Public Cloud Computing Reliability is Not the Customer’s Problem
This is where Amazon’s apparent approach to reliability and performance endangers the whole notion of public cloud computing. Imagine if your electricity company said that it was up to you to buy a generator to cover your needs for electricity if the power went out. Imagine if your water utility said that it was up to you to keep a water tank in your back yard, in case the water supply went out. This entire idea that the vendor of the service does not stand behind the availability and quality of that service (as evidenced in Amazon’s worthless SLA), and that this it is somehow the customer’s responsibility to code and or design around the vagaries of the public cloud infrastructure is wrong and dangerous to the future of public cloud computing.

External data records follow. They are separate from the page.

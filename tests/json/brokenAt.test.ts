import fc from 'fast-check';
import { describe, expect, test } from 'vitest';
import { brokenAt } from '../../src/json/brokenAt.ts';

describe('brokenAt', () => {
  test.each([
    ['', 0],
    ['  ', 2],
    ['{"a":x}', 5],
    ['{"a" 1}', 5],
    ['{"a":1,}', 7],
    ['[1,]', 3],
    ['[1 2]', 3],
    ['{a:1}', 1],
    ['[01]', 2],
    ['[1.]', 2],
    ['["tab\there"]', 1],
    ['["\\x"]', 1],
    ['{"a":1} {', 8],
    ['[tru', 1],
    ['{"a":[1,2', 9],
    ['[NaN]', 1],
  ])('%j breaks at %i', (text, at) => {
    expect(() => JSON.parse(text)).toThrow(SyntaxError);
    expect(brokenAt(text)).toBe(at);
  });

  test('a text that JSON.parse takes does not break before its end', () => {
    fc.assert(fc.property(fc.json(), (text) => brokenAt(text) === text.length));
    fc.assert(
      fc.property(fc.jsonValue(), (value) => {
        const text = JSON.stringify(value, null, 2);
        return brokenAt(text) === text.length;
      }),
    );
  });

  test('what stands before the break can be continued to JSON; the break itself cannot', () => {
    const cutOff = fc.tuple(fc.json(), fc.nat()).map(([text, cut]) => text.slice(0, cut % text.length));
    fc.assert(
      fc.property(cutOff, (text) => {
        fc.pre(!isJson(text));
        // Only the end is missing, so the break lies at the end or at the start of the token that is cut.
        const rest = text.slice(brokenAt(text));
        expect(rest).toMatch(/^("[\s\S]*|-?[\d.eE+-]*|t(ru?)?|f(a(ls?)?)?|n(ul?)?)$/);
      }),
    );
  });
});

function isJson(text: string): boolean {
  try {
    JSON.parse(text);
    return true;
  } catch {
    return false;
  }
}
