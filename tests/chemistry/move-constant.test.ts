import { describe, expect, test } from "vitest";
import { daviesTerm, debyeHueckelA } from "../../src/chemistry/activity.ts";
import {
  constantAt,
  daviesMoveUncertainty,
  selectEnthalpy,
  selectionConditions,
} from "../../src/chemistry/move-constant.ts";
import { expectRelative } from "../expect-relative.ts";
import { enthalpy, reaction, record } from "./small-knowledge.ts";

const at = (ionicStrengthMolPerL: number, temperatureC = 25) => ({ ionicStrengthMolPerL, temperatureC });

describe("constantAt", () => {
  test("a constant used where it was measured is used as it stands, with its own uncertainty", () => {
    const use = constantAt(reaction("r", -16, [record(10.65)]), at(0.1));
    expectRelative(use.log10KUsed, 10.65, 1e-12);
    expectRelative(use.uncertainty, 0.05, 1e-12);
  });

  test("Ca + EDTA moves from 10.65 at 0.1 to about 12.4 at zero ionic strength (SRD 46 lists 12.44)", () => {
    const use = constantAt(reaction("r", -16, [record(10.65)]), at(0));
    expectRelative(use.log10KUsed, 10.65 + 16 * debyeHueckelA(25) * daviesTerm(0.1), 1e-9);
    expectRelative(use.log10KUsed, 12.44, 0.02);
    expectRelative(use.ionicStrengthShift, use.log10KUsed - 10.65, 1e-9);
  });

  test("a move of |sum nu z^2| of 8 or more adds uncertainty, one below does not", () => {
    const far = constantAt(reaction("r", -16, [record(10)]), at(0.001)).uncertainty;
    const near = constantAt(reaction("r", -7, [record(10)]), at(0.001)).uncertainty;
    expectRelative(far, Math.hypot(0.05, 0.3), 1e-9);
    expectRelative(near, 0.05, 1e-12);
    expect(daviesMoveUncertainty(8, 1)).toBe(0.2);
    expect(daviesMoveUncertainty(8, 0)).toBe(0);
  });

  test("an exothermic reaction is weaker at 60 C by van 't Hoff, and one without enthalpy only less certain", () => {
    const known = constantAt(reaction("r", 0, [record(10)], [enthalpy(-40)]), at(0.1, 60));
    const expected = (-40 / (0.008314462618 * Math.LN10)) * (1 / 298.15 - 1 / 333.15);
    expectRelative(known.temperatureShift, expected, 1e-9);
    expectRelative(known.log10KUsed, 10 + expected, 1e-9);
    const unknown = constantAt(reaction("r", 0, [record(10)]), at(0.1, 60));
    expectRelative(unknown.log10KUsed, 10, 1e-12);
    expect(unknown.uncertainty).toBeGreaterThan(known.uncertainty);
  });

  test("an enthalpy that is not doubtful comes before a nearer doubtful one, and the nearer of two alike before the farther", () => {
    const heats = [
      enthalpy(1, { doubtful: true }),
      enthalpy(2, { ionicStrengthMolPerL: 1 }),
      enthalpy(3, { ionicStrengthMolPerL: 0 }),
    ];
    expect(selectEnthalpy(reaction("r", 0, [], heats), at(0.1))?.kJPerMol).toBe(3);
    expect(selectEnthalpy(reaction("r", 0, [], []), at(0.1))).toBe(null);
  });

  test("records are chosen on a grid of ionic strengths that is within 6 % of the exact one", () => {
    for (const i of [1.1e-4, 0.003, 0.1, 0.49, 2])
      expectRelative(selectionConditions(at(i)).ionicStrengthMolPerL, i, 0.06);
    expect(selectionConditions(at(5e-5)).ionicStrengthMolPerL).toBe(0);
  });
});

It is wrong and dangerous to the future of public cloud computing because it is going to create the perception in the minds of enterprise customers (who are somewhat skeptical of running important applications in public clouds anyway) that public clouds are not to be trusted with important workloads. Since Amazon is the high profile market leader that it is in the public cloud market, Amazon’s failures to step up with a quality SLA is going to damage not just Amazon, but the entire notion of public cloud computing. The fact that a vendor like Virtustream offers a response time based SLA for SAP running in its cloud is just not going to matter if Amazon ruins the reputation of the entire public cloud computing concept.
Update – Amazon Explanation and Apology
On its blog, Amazon has issued an explanation and apology for the December 24 2012 ELB Service Event. The upshot is that a developer deleted state data from production servers thinking that he was only deleting it from non-production servers. Amazon has admitted that this occurred because of a flaw in their change management procedures (they did not require change management approval prior to the incident and now do), and have apologized for the mistake. This leaves Amazon struggling with the tradeoff between agility and change management just like many enterprises do, and also does not resolve the issue of the lack of a truly useful and meaningful SLA.
The Christmas Eve Amazon outage that resulted in Netflix being unavailable for 36 hours results from an unacceptable attitude on the part of Amazon towards reliability and performance. Unless Amazon steps up to the plate with a meaningful SLA, Amazon risks damaging its own growth, and the entire concept of public cloud computing.